Но в ушах у меня начинало путаться, веки закрывались. Где-то взвилась ракета, откуда-то доносилось хоровое пение. Какая-то компания подъехала на лодке: дамы, мужчины. Один из мужчин, высокий, плечистый, в черной шляпе с громадными крыльями, стоял на носу лодки и, подняв руку, приветствовал остров монологом из ‘Капитана Гаттераса’6, Мне послышался хохот, женские голоса. Флегонт Гаврилыч опять что-то проворчал о ‘кануне праздника, дня воскресного’. Кто-то крикнул: ‘Самовар, молока!’ — пахнуло сигарой, зашумели дамские платья. Но что именно происходило около нас — я не сознавал. Какая-то истома овладела мною, зрачки словно дрожали. Я укрылся ‘одеяльцем’ и, укачиваемый лодкой, вскоре заснул.

V

— Сударь, а сударь! Вставайте, пора! — говорил Флегонт Гаврилыч, нагнувшись надо мной, слегка толкая меня в плечо.— Пора, вставайте.

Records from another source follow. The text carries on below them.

import { enclosuresApi, locationsApi, makersApi, papersApi, recipesApi } from '@toneledger/common/api/reference';
import { implement, type RouteDef } from '../../http/route';
import {
  createReference, enclosures, getReference, listReference, locations, makers, papers, recipes, updateReference, type ReferenceKind,
} from '../../services/reference.service';

type ReferenceContract = typeof makersApi | typeof papersApi | typeof recipesApi | typeof enclosuresApi | typeof locationsApi;

/** The four endpoints of a reference record, served by the one generic service. */
function referenceRecord<C extends ReferenceContract>(contract: C, kind: ReferenceKind<never, unknown>): RouteDef[] {
  // The generic service works on any kind; each kind's presenter gives the item schema of its contract.
  return implement(contract as typeof makersApi, {
    list: async ({ query }) => {
      const { rows, total } = await listReference(kind, query);
      return { data: rows as never, pagination: { page: query.page, pageSize: query.pageSize, total } };
    },
    create: async ({ body, actor, requestId }) => ({ data: (await createReference(kind, body as never, actor, requestId)) as never }),
    get: async ({ params }) => ({ data: (await getReference(kind, params.id)) as never }),
    update: async ({ params, body, actor, requestId }) => ({ data: (await updateReference(kind, params.id, body as never, actor, requestId)) as never }),
  });
}

export function referenceRoutes(): RouteDef[] {
  const k = <M>(x: M) => x as unknown as ReferenceKind<never, unknown>;
  return [
    ...referenceRecord(makersApi, k(makers)),
    ...referenceRecord(papersApi, k(papers)),
    ...referenceRecord(recipesApi, k(recipes)),
    ...referenceRecord(enclosuresApi, k(enclosures)),
    ...referenceRecord(locationsApi, k(locations)),
  ];
}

Я открыл глаза и увидал над собою голову Флегонта Гаврилыча, рисовавшуюся на сером фоне утреннего неба. Заря чуть занималась.

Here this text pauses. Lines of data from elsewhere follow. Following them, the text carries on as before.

describe('leaders', () => {
  it('ranks spots by fading rate or by latest ΔE00, filtered by process and toner class', async () => {
    expect((await api(null).get('/api/measurements/leaders')).status).toBe(401);
    const slowPrint = await newPrint('albumen', 'Slow: quay at dusk');
    const fastPrint = await newPrint('albumen', 'Fast: nets drying');
    const twoPrint = await newPrint('albumen', 'Two sessions only');
    const slow = await newSpot(slowPrint.id, 'Mid-tone', 'mid_tone');
    const fast = await newSpot(fastPrint.id, 'Mid-tone', 'mid_tone');
    const two = await newSpot(twoPrint.id, 'Mid-tone', 'mid_tone');
    const dates = ['2018-05-01', '2019-05-01', '2020-05-01'];
    for (const [i, date] of dates.entries()) {
      await record(slowPrint.id, sessionBody(date, [{ spotId: slow.id, readings: [{ L: 60 - 0.2 * i, a: 2, b: 10 }] }]));
      await record(fastPrint.id, sessionBody(date, [{ spotId: fast.id, readings: [{ L: 60 - 2 * i, a: 2, b: 10 + i }] }]));
    }
    // A large change but only two sessions: no rate, so last by rate and first by change.
    await record(twoPrint.id, sessionBody('2019-01-01', [{ spotId: two.id, readings: [{ L: 60, a: 2, b: 10 }] }]));
    await record(twoPrint.id, sessionBody('2021-01-01', [{ spotId: two.id, readings: [{ L: 50, a: 2, b: 16 }] }]));
    // Gold toning on the fast print only.
    await api('registrar').put(`/api/prints/${fastPrint.id}/steps`, { version: fastPrint.version, steps: [{ type: 'toning', tonerClass: 'gold' }] }).expect(200);

    const mine = new Set([slow.id, fast.id, two.id]);
    const byRate = await api('researcher').get('/api/measurements/leaders?process=albumen&sort=rate');
    expect(byRate.status, JSON.stringify(byRate.body)).toBe(200);
    const rateOrder = byRate.body.data.filter((r: { spotId: string }) => mine.has(r.spotId)).map((r: { spotId: string }) => r.spotId);
    expect(rateOrder).toEqual([fast.id, slow.id, two.id]);
    const top = byRate.body.data.find((r: { spotId: string }) => r.spotId === fast.id);
    const expectedSeries = dates.map((d, i) => ({ t: d, value: deltaE00({ L: 60, a: 2, b: 10 }, { L: 60 - 2 * i, a: 2, b: 10 + i }) }));
    const expected = fadingRate(expectedSeries);
    if (!expected.ok) throw new Error('the fit should succeed');
    expect(top).toMatchObject({
      printId: fastPrint.id, title: 'Fast: nets drying', process: 'albumen', tonerClasses: ['gold'], spotName: 'Mid-tone', sessions: 3, lastMeasuredOn: '2020-05-01',
    });
    expect(top.ratePerYear).toBeCloseTo(expected.slopePerYear, 10);
    expect(top.latestDeltaE00).toBeCloseTo(expectedSeries[2].value, 10);
    expect(byRate.body.data.find((r: { spotId: string }) => r.spotId === two.id)).toMatchObject({ ratePerYear: null, rateCi95: null, sessions: 2 });

    const byChange = await api('researcher').get('/api/measurements/leaders?process=albumen&sort=change');
    expect(byChange.body.data.filter((r: { spotId: string }) => mine.has(r.spotId)).map((r: { spotId: string }) => r.spotId)).toEqual([two.id, fast.id, slow.id]);

    const gold = await api('conservator').get('/api/measurements/leaders?process=albumen&tonerClass=gold');
    expect(gold.body.data.map((r: { spotId: string }) => r.spotId)).toEqual([fast.id]);
    expect(gold.body.pagination).toEqual({ page: 1, pageSize: 50, total: 1 });

    const paged = await api('researcher').get('/api/measurements/leaders?process=albumen&sort=rate&pageSize=1&page=2');
    expect(paged.body.pagination).toMatchObject({ page: 2, pageSize: 1 });
    expect(paged.body.data).toHaveLength(1);
    const badSort = await api('researcher').get('/api/measurements/leaders?sort=fastest');
    expect(badSort.status).toBe(400);
    expect(paths(badSort)).toEqual(['query.sort']);
  });
});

— Вставайте, сударь, пожалуйста, вставайте,— время упустим.
Я зажег спичку, посмотрел на часы,— было четверть третьего.
Как ни трудно было расставаться с нагретым ложем, однако делать было нечего. Я вскочил с постели, поспешно свернул ее, подошел к берегу, умылся, намочил голову и только тогда почувствовал, что я проснулся. Василий, Ванятка и даже сам Флегонт Гаврилыч были уже в полном вооружении. У каждого из них висели за спиной мешочки с сетками, а за поясом заткнуто по одной бичайке. Флегонта Гаврилыча нельзя было узнать. Проникнутый важностью наступающей минуты, он сделался суетливым и раздражительным. Он сердился на Ванятку, что тот ни свет ни заря грызет сухую воблу, на Василия — за его сонные глаза, даже на меня, находя, что я недостаточно скоро встаю и умываюсь.

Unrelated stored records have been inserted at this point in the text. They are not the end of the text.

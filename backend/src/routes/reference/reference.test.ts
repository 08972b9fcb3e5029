import { afterAll, beforeAll, describe, expect, it } from 'vitest';
import supertest from 'supertest';
import { ROLES, type Role } from '@toneledger/common/domain/roles';
import { testApp, sessionFor } from '../../../test/app';
import { createLocation, createMaker } from '../../../test/factories';
import { AuditEventModel, Location, Print } from '../../models';

const t = testApp();
const c = {} as Record<Role, string>;
beforeAll(async () => {
  for (const r of ROLES) c[r] = await sessionFor(t.app, r);
});
afterAll(() => t.close());

const send = (method: 'post' | 'patch' | 'put', url: string, role: Role | null, body: object) => {
  const r = supertest(t.app)[method](url).set('Origin', t.origin);
  return (role ? r.set('Cookie', c[role]) : r).send(body);
};
const get = (url: string, role: Role | null) => (role ? supertest(t.app).get(url).set('Cookie', c[role]) : supertest(t.app).get(url));
const uniq = () => `${Date.now()}-${Math.floor(Math.random() * 1e6)}`;

describe('bath recipes', () => {
  it('normalises to g/L and lists the safety cautions (darkroom common practice check, no published source)', async () => {
    const res = await send('post', '/api/recipes', 'registrar', {
      name: `Iron blue single bath ${uniq()}`, tonerClass: 'iron_blue', volumeMl: 500,
      ingredients: [
        { chemical: 'ferric ammonium citrate', amount: 4, unit: 'g' },
        { chemical: 'potassium ferricyanide', amount: 4, unit: 'g' },
        { chemical: 'acetic acid', amount: 130, unit: 'g', strengthPercent: 28 },
      ],
    });
    expect(res.status, JSON.stringify(res.body)).toBe(201);
    const n = res.body.data.normalised;
    expect(n[0].gramsPerLitre).toBeCloseTo(8, 6);
    expect(n[1].gramsPerLitre).toBeCloseTo(8, 6);
    expect(n[2].pureGramsPerLitre).toBeCloseTo(72.8, 6); // 130 g × 0.28 / 0.5 L
    const codes = res.body.data.cautions.map((x: { code: string }) => x.code);
    expect(codes).toEqual(expect.arrayContaining(['ferricyanide_acid_heat', 'acid_to_water', 'safety_data_sheet']));
  });

  it('refuses a recipe without ingredients and a negative amount, naming the field', async () => {
    const empty = await send('post', '/api/recipes', 'registrar', { name: `x ${uniq()}`, volumeMl: 500, ingredients: [] });
    expect(empty.status).toBe(400);
    expect(empty.body.error.details[0].path).toBe('ingredients');
    const neg = await send('post', '/api/recipes', 'registrar', { name: `y ${uniq()}`, volumeMl: 500, ingredients: [{ chemical: 'water', amount: -1, unit: 'ml' }] });
    expect(neg.body.error.details[0].path).toBe('ingredients.0.amount');
  });

  it('researchers read recipes but cannot write them', async () => {
    expect((await get('/api/recipes', 'researcher')).status).toBe(200);
    expect((await send('post', '/api/recipes', 'researcher', { name: 'z', volumeMl: 1, ingredients: [{ chemical: 'w', amount: 1, unit: 'g' }] })).status).toBe(403);
    expect((await get('/api/recipes', null)).status).toBe(401);
  });
});

describe('makers and papers', () => {
  it('409 for a duplicate maker name; renaming a maker renames it on its prints', async () => {
    const name = `Ada Quellwater ${uniq()}`;
    const m = await send('post', '/api/makers', 'registrar', { name, lifeDates: '1921/1994' });
    expect(m.status).toBe(201);
    const dup = await send('post', '/api/makers', 'admin', { name: name.toUpperCase() });
    expect(dup.status).toBe(409);
    expect(dup.body.error.details[0].path).toBe('name');
    const p = await send('post', '/api/prints', 'registrar', { accessionNumber: `2097.${Date.now() % 100000}.1`, title: 'x', process: 'cyanotype', makerId: m.body.data.id });
    const renamed = await send('patch', `/api/makers/${m.body.data.id}`, 'registrar', { version: 1, name: `${name} (née Pell)` });
    expect(renamed.status).toBe(200);
    expect(renamed.body.data.printCount).toBe(1);
    expect((await Print.findByPk(p.body.data.id))!.makerName).toBe(`${name} (née Pell)`);
    const stale = await send('patch', `/api/makers/${m.body.data.id}`, 'registrar', { version: 1, notes: 'old form' });
    expect(stale.status).toBe(409);
    expect(stale.body.error.details.current.version).toBe(2);
  });

  it('a paper with a bad manufacture date is refused; a good one is parsed', async () => {
    const bad = await send('post', '/api/papers', 'registrar', { manufacturer: 'Harrowgate Mills', product: `Argenta ${uniq()}`, base: 'fibre', madeDates: '1950/1940' });
    expect(bad.status).toBe(400);
    expect(bad.body.error.details[0].path).toBe('madeDates');
    const ok = await send('post', '/api/papers', 'registrar', { manufacturer: 'Harrowgate Mills', product: `Argenta ${uniq()}`, base: 'fibre', surface: 'glossy', madeDates: '195X' });
    expect(ok.status).toBe(201);
    expect(ok.body.data.label).toMatch(/^Harrowgate Mills Argenta .*, glossy$/);
    expect(ok.body.data.madeDisplay).toBeTruthy();
  });
});

describe('locations', () => {
  it('viewers cannot read locations', async () => {
    expect((await get('/api/locations', 'viewer')).status).toBe(403);
    expect((await get('/api/locations', 'researcher')).status).toBe(200);
  });

  it('builds paths, renames a subtree, and refuses to move a place inside itself', async () => {
    const b = await send('post', '/api/locations', 'registrar', { name: `Annex ${uniq()}`, kind: 'building' });
    const room = await send('post', '/api/locations', 'registrar', { name: 'Cold room', kind: 'room', parentId: b.body.data.id });
    const box = await send('post', '/api/locations', 'registrar', { name: 'Box 12', kind: 'box', parentId: room.body.data.id });
    expect(box.body.data.pathLabel).toBe(`${b.body.data.name} › Cold room › Box 12`);
    expect(box.body.data.depth).toBe(2);
    const renamed = await send('patch', `/api/locations/${room.body.data.id}`, 'registrar', { version: 1, name: 'Cool room' });
    expect(renamed.status).toBe(200);
    expect((await Location.findByPk(box.body.data.id))!.pathLabel).toBe(`${b.body.data.name} › Cool room › Box 12`);
    const cycle = await send('patch', `/api/locations/${b.body.data.id}`, 'registrar', { version: 1, parentId: box.body.data.id });
    expect(cycle.status).toBe(409);
    expect(cycle.body.error.details[0].path).toBe('parentId');
    const sibling = await send('post', '/api/locations', 'registrar', { name: 'cool ROOM', kind: 'room', parentId: b.body.data.id });
    expect(sibling.status).toBe(409);
  });
});

describe('enclosure types', () => {
  it('records buffered as unknown (null) and audits the change', async () => {
    const res = await send('post', '/api/enclosures', 'registrar', { name: `Sleeve ${uniq()}`, material: 'polyester', alkalineBuffered: null, patResult: 'not_tested' });
    expect(res.status).toBe(201);
    expect(res.body.data.alkalineBuffered).toBeNull();
    const audit = await AuditEventModel.findOne({ where: { entityType: 'enclosure', entityId: res.body.data.id } });
    expect(audit?.action).toBe('enclosure.created');
  });
});

describe('catalogue settings', () => {
  it('everyone reads; only an admin changes; a malformed pattern is refused', async () => {
    const r = await get('/api/settings/catalogue', 'viewer');
    expect(r.body.data.accessionPattern).toBe('YYYY.N.N');
    expect((await send('put', '/api/settings/catalogue', 'registrar', { accessionPattern: 'N', institutionName: 'x' })).status).toBe(403);
    const bad = await send('put', '/api/settings/catalogue', 'admin', { accessionPattern: 'YYYY.NN', institutionName: 'Calder Reach Photographic Trust' });
    expect(bad.status).toBe(400);
    expect(bad.body.error.details[0].path).toBe('accessionPattern');
    const ok = await send('put', '/api/settings/catalogue', 'admin', { accessionPattern: 'YYYY.N.N', institutionName: 'Calder Reach Photographic Trust' });
    expect(ok.status).toBe(200);
    expect((await get('/api/settings/catalogue', 'viewer')).body.data.institutionName).toBe('Calder Reach Photographic Trust');
  });

  it('refuses a regular expression that could freeze the server, saying what to write instead', async () => {
    const res = await send('put', '/api/settings/catalogue', 'admin', { accessionPattern: 're:(\\d+\\.?)+[A-Z]', institutionName: 'Calder Reach Photographic Trust' });
    expect(res.status).toBe(400);
    expect(res.body.error.details[0].path).toBe('accessionPattern');
    expect(res.body.error.details[0].message).toMatch(/template instead.*YYYY\.N\.N/);
    expect((await get('/api/settings/catalogue', 'viewer')).body.data.accessionPattern).not.toBe('re:(\\d+\\.?)+[A-Z]');
  });
});

describe('reference list reads', () => {
  it('lists makers with their print counts and searches by name', async () => {
    const m = await createMaker(`Searchable Sorrel ${uniq()}`);
    const res = await get(`/api/makers?q=${encodeURIComponent('searchable sorrel')}`, 'viewer');
    expect(res.status).toBe(200);
    expect(res.body.data.map((x: { id: string }) => x.id)).toContain(m.id);
    expect((await get('/api/makers/not-an-id', 'viewer')).status).toBe(400);
    expect((await get('/api/makers/00000000-0000-4000-8000-000000000000', 'viewer')).status).toBe(404);
    await createLocation();
  });
});
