import { createHash } from 'node:crypto';
import { mkdtemp, rm, writeFile } from 'node:fs/promises';
import os from 'node:os';
import path from 'node:path';
import sharp, { type Sharp } from 'sharp';
import { QueryTypes } from 'sequelize';
import type { ObjectStore } from '@toneledger/storage/object-store';
import { reportInputSchema, type ObservationInput, type ReportInput } from '@toneledger/common/schemas/condition';
import { imageUploadFieldsSchema } from '@toneledger/common/schemas/images';
import { db } from '../db';
import { Addendum, ConditionReport, Image } from '../models';
import { addAddendum, createReport, signReport, type Actor } from '../services/condition.service';
import { copySetupFor, signedAtFor } from './demo-times';
import { storeImage } from '../services/image.service';
import type { ReceivedFile } from '../services/image-ingest';
import { DEMO_INSTITUTION } from './demo-accounts';
import { prng } from './demo-catalogue';
import { inPool } from './pool';

/**
 * Condition histories and photographs for part of the (invented) demo collection: dated reports
 * from the late 1980s to now, by the demo conservator, and copy photographs of each print made
 * every decade or so, in which the prints that are fading can be seen to fade.
 *
 * How each print ages is decided once, here, from what the catalogue says about it (toner,
 * support, enclosure, date): iron-blue prints in buffered housings lose their blue, selenium on
 * fibre holds, old untoned fibre prints grow silver mirroring at the edges, brightened
 * RC paper yellows a little. The reports, the photographs and the measurement seed
 * (demo-measurements.ts) all read the same model, so the three agree with one another.
 *
 * Everything is written through the services (reports, signing, addenda, image storage with its
 * SHA-256, EXIF and display copies), so audit rows and rules are exactly what the app writes.
 * The examination and capture dates lie in the past, as they do for records migrated from paper;
 * signing and upload times are those of the seed run. Deterministic: one catalogue, one history.
 */

// ── Deterministic randomness per print ──────────────────────────────────────

type Rng = ReturnType<typeof prng>;

/** A generator of its own for each print and purpose, so the result does not depend on the order of work. */
export function rngFor(key: string, purpose: string, seed = 1988): Rng {
  const h = createHash('sha256').update(`${seed}:${purpose}:${key}`).digest();
  return prng(h.readUInt32BE(0));
}

const clamp = (v: number, lo: number, hi: number) => Math.min(hi, Math.max(lo, v));
const lerp = (a: number, b: number, t: number) => a + (b - a) * t;
const pad2 = (n: number) => String(n).padStart(2, '0');

/** A real calendar day of a year, with its decimal year. */
function dayIn(r: Rng, year: number, months: [number, number] = [1, 12]): { date: string; t: number } {
  const month = r.int(months[0], months[1]);
  const day = r.int(1, 28);
  return { date: `${year}-${pad2(month)}-${pad2(day)}`, t: year + (month - 1) / 12 + (day - 1) / 365 };
}

function addMonths(date: string, months: number, r: Rng): { date: string; t: number } {
  const [y, m] = date.split('-').map(Number);
  const total = y * 12 + (m - 1) + months;
  const year = Math.floor(total / 12);
  const month = (total % 12) + 1;
  const day = r.int(1, 28);
  return { date: `${year}-${pad2(month)}-${pad2(day)}`, t: year + (month - 1) / 12 + (day - 1) / 365 };
}

const yearOf = (date: string) => Number(date.slice(0, 4));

Наконец все было готово. Флегонт Гаврилыч снял фуражку, перекрестился на восход и проговорил:
— Ну благослови, господи, в час добрый!
Василий и Ванятка сделали то же, а глядя на них и я. Мне очень хорошо известно, что, раз попавши в компанию каких бы то ни было охотников, необходимо проделывать все то, что проделывают они сами: иначе всякая неудача будет приписана вашему присутствию — и ничему другому. Справившись еще раз, все ли взято, Флегонт Гаврилыч во главе зашагал по направлению к Сухой гриве. Пройдя землянку, я увидал целую компанию мужчин и дам, спавших на разостланных коврах.
— Ведь мы всю ночь не спали! — проговорил Флегонт Гаврилыч.
— Почему?
— Да вот по милости этих! — вскрикнул он, указывая на спящих.— Неужто вы ничего не слыхали?
— Ничего.
— А ведь что проделывали-то! И пьянствовали, и кричали, и песни пели, и через костер прыгали, а под конец начали фейерверки пускать, как есть возле нас. Я кричу им: ‘Помилуйте, господа, тут люди спят, благородный человек имеется, что вы делаете, ведь вы спалите нас!..’ А они только хохочут! Это под праздник-то! Как вам понравится! А теперь вон валяются!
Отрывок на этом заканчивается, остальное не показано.